« BackShow HN: Cursor for Userscriptsgithub.comSubmitted by mifydev 4 hours ago
  • _false 17 minutes ago

    Love the decision to edit DOM directly. More LLM tools should carefully consider their training environments instead of treating LLMs like AI Gods.

    • rahimnathwani an hour ago

      It would be cool if you could make this work with Gemini Flash, with keys from AI Studio. I imagine that would expand the set of people who would try it out, because they could use 'free' keys and not worry about unexpected bills.

      • mifydev 44 minutes ago

        That's a good point, I'll add support for other models shortly.

      • Akranazon 2 hours ago

        I'm working on a version of this, https://www.quillmonkey.com/ so you got ahead of me. I imagine there are many versions of this coming. Interesting what set of tools you went with.

        • mifydev 2 hours ago

          Oh that's cool! I've just used wxt to pack extension for firefox and chrome and just used typescript and plain anthropic api. My goal is to make this run fully inside the browser, without any helper binaries, like I've seen with others.

          • Akranazon an hour ago

            Your project seems pretty close to where mine was a couple weeks ago, where I was focused on a BYOK solution (user-entered Anthropic API key). I saw there was another similar extension already released in the app store (RobotMonkey) which hooks up to their own backend service, and offers subscriptions. For my project, I think that's the right way to go.

            It's funny what details about our designs are similar through accident. And what other things are completely different.
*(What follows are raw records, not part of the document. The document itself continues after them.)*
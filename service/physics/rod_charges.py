"""The magnetic interaction of ring charges on the surface of one rod.

Lengths are in radii of the rod. The result is the matrix of the single-layer potential in the
flux function's unknowns: half its quadratic form is the energy of the demagnetising field.
"""

import math
from typing import Final

import numpy as np
import scipy

from service.physics.gauss import gauss_legendre
from service.physics.rod_mesh import ORDER, Floats, RodMesh, shape_slopes, shape_values

_NODES: Final = 4
# A point nearer to an element than this share of the element's size sees the kernel's logarithm.
_NEAR: Final = 0.6
# There the element is cut toward the point, each piece this share of the one before.
_CUT: Final = 0.2
_CUTS: Final = 6


def ring_potential(radius_a: Floats, radius_b: Floats, height: Floats) -> Floats:
    """Return the potential on one ring of unit charge spread along another, coaxial one.

    K(m) / (2 pi^2 S) with S^2 = (a + b)^2 + z^2 and 1 - m = ((a - b)^2 + z^2) / S^2: the
    potential 1 / (4 pi r) averaged over the ring.
    """
    square = height * height
    far = (radius_a + radius_b) ** 2 + square
    potential: Floats = scipy.special.ellipkm1(
        ((radius_a - radius_b) ** 2 + square) / far
    ) / np.sqrt(far)
    return potential / (2.0 * math.pi**2)


def charge_interaction(mesh: RodMesh) -> Floats:
    """Return the symmetric matrix V with psi V psi = double integral of charge times potential."""
    node, weight = gauss_legendre(_NODES)
    elements = np.arange(len(mesh.on_side))
    count = len(elements)
    radius, height = mesh.place(elements[:, None], node[None, :])
    flat_radius, flat_height = radius.ravel(), height.ravel()
    kernel = ring_potential(
        flat_radius[:, None], flat_radius, flat_height[:, None] - flat_height
    ).reshape(count, _NODES, count, _NODES)
    weighted_slopes = weight[:, None] * shape_slopes(node)
    potential = kernel @ weighted_slopes

    point_element, point, source = _near_pairs(mesh, radius, height)
    point_radius, point_height = radius[point_element, point], height[point_element, point]
    places, weights = _cut_rule(_closest_place(mesh, source, point_radius, point_height))
    ring_radius, ring_height = mesh.place(source[:, None], places)
    near = ring_potential(point_radius[:, None], ring_radius, point_height[:, None] - ring_height)
    # Moments of t first: the slopes of the shape functions are linear in t.
    weights *= near
    moment_0, moment_1 = weights.sum(axis=1), np.sum(weights * places, axis=1)
    potential[point_element, point, source] = np.stack(
        (moment_1 - 0.5 * moment_0, -2.0 * moment_1, moment_1 + 0.5 * moment_0), axis=-1
    )
    local = np.tensordot(weighted_slopes, potential, axes=(0, 1))
    # From (i, e, f, j) to rows (e, i) and columns (f, j).
    side = count * (ORDER + 1)
    matrix = mesh.gather.T @ local.transpose(1, 0, 2, 3).reshape(side, side) @ mesh.gather
    symmetric: Floats = (2.0 * math.pi) ** 2 * 0.5 * (matrix + matrix.T)
    return symmetric


def charge_at(mesh: RodMesh, nodes: int) -> tuple[Floats, Floats, Floats]:
    """Return places of charge on the path and their charge for each unknown.

    Returns:
        radius and height of the places, and the matrix (places by unknowns) that gives the charge
        gathered there.
    """
    node, weight = gauss_legendre(nodes)
    elements = np.arange(len(mesh.on_side))
    radius, height = mesh.place(elements[:, None], node[None, :])
    local = -2.0 * math.pi * weight[:, None] * shape_slopes(node)
    gather = mesh.gather.reshape(len(elements), ORDER + 1, mesh.unknowns)
    charge = np.einsum("ai,eiu->eau", local, gather).reshape(-1, mesh.unknowns)
    return radius.ravel(), height.ravel(), charge


def flux_at(mesh: RodMesh, nodes: int) -> tuple[Floats, Floats, Floats, Floats]:
    """Return places on the path and psi there with the rule's weight of the tangential field.

    Returns:
        radius and height of the places, and two matrices (unknowns by places): contracted with
        the radial and the axial field there they give 2 pi times the integral of psi H dl.
    """
    node, weight = gauss_legendre(nodes)
    elements = np.arange(len(mesh.on_side))
    radius, height = mesh.place(elements[:, None], node[None, :])
    gather = mesh.gather.reshape(len(elements), ORDER + 1, mesh.unknowns)
    value = 2.0 * math.pi * weight[:, None] * shape_values(node)
    psi = np.einsum("ai,eiu->uea", value, gather)
    half = 0.5 * (mesh.stop - mesh.start)[:, None]
    side = mesh.on_side[:, None]
    # On the faces the path's variable is rho^2.
    radial = psi * np.where(side, 0.0, half / (2.0 * radius))
    axial = psi * np.where(side, half, 0.0)
    flat = (mesh.unknowns, -1)
    return radius.ravel(), height.ravel(), radial.reshape(flat), axial.reshape(flat)


def _near_pairs(mesh: RodMesh, radius: Floats, height: Floats) -> tuple[np.ndarray, ...]:
    elements = np.arange(len(mesh.on_side))
    first_radius, first_height = mesh.place(elements, np.full(len(elements), -1.0))
    last_radius, last_height = mesh.place(elements, np.full(len(elements), 1.0))
    size = np.abs(first_radius - last_radius) + np.abs(first_height - last_height)
    over_radius = radius[..., None] - np.clip(
        radius[..., None],
        np.minimum(first_radius, last_radius),
        np.maximum(first_radius, last_radius),
    )
    over_height = height[..., None] - np.clip(
        height[..., None],
        np.minimum(first_height, last_height),
        np.maximum(first_height, last_height),
    )
    return np.nonzero(over_radius**2 + over_height**2 < (_NEAR * size) ** 2)


def _closest_place(mesh: RodMesh, element: np.ndarray, radius: Floats, height: Floats) -> Floats:
    start, stop = mesh.start[element], mesh.stop[element]
    x = np.where(mesh.on_side[element], height, radius * radius)
    closest: Floats = np.clip((x - 0.5 * (start + stop)) / (0.5 * (stop - start)), -1.0, 1.0)
    return closest


def _cut_rule(target: Floats) -> tuple[Floats, Floats]:
    """Return places and weights on -1 to 1 that crowd toward each target from both sides."""
    node, weight = gauss_legendre(_NODES)
    cuts = np.concatenate(([0.0], _CUT ** np.arange(_CUTS - 1, -1, -1.0)))
    width = np.diff(cuts)[:, None]
    share = (0.5 * (cuts[1:] + cuts[:-1])[:, None] + 0.5 * width * node).ravel()
    part = (0.5 * width * weight).ravel()
    right, left = (1.0 - target)[:, None], (1.0 + target)[:, None]
    places = np.concatenate((target[:, None] - left * share, target[:, None] + right * share), 1)
    return places, np.concatenate((left * part, right * part), axis=1)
I can show you my design potentially.

            Representing websites in a virtual filesystem is creative and definitely makes it easier for the agent to collect information about the page. But I'm confused between the `Bash` and the `Edit` tools. It seems like one uses the chrome executeScript API, and the other updates the file system. But if it's just doing file writes, are those edits visible in the browser, and persistent across sessions?

            • mifydev an hour ago

              Backend service is definitely way to go if you want to serve models for the user.

              So Bash and Edit tools are a bit weird, Bash tool is essentially JS execution, and Edit tool automatically generates a script that performs the edits on the page. These tools are needed for the model to explore the page, whatever it does at the end it creates a separate script that will be applied on the page load.

              • Akranazon 23 minutes ago

                Oh neat. So the edit tool is like a convenient API/wrapper for it to eg add HTML to some element? I guess theoretically that can also be achieved through Bash as well, but the tool fits closer to an interface we know exiting agents are good at.

        • Esophagus4 2 hours ago

          Awesome! So the agent has access to the DOM/JS running in the browser?

          That’s one of my biggest headaches writing user scripts currently: I write the script in an IDE with Claude then copy it to the browser / manually test it in the browser, then copy the results back to Claude or tell it what went wrong.

          Looking forward to trying this.

          • Zekio an hour ago

            to my knowledge all the major userscript extensions, at least allow watching for file changes so you don't have to copy it manually, so you can just refresh the page to test

            • mifydev 2 hours ago

              Yup, full access to DOM! Still needs a lot of optimizations, but the trick is that the agent reads the DOM as file, so it can grep parts of it naturally.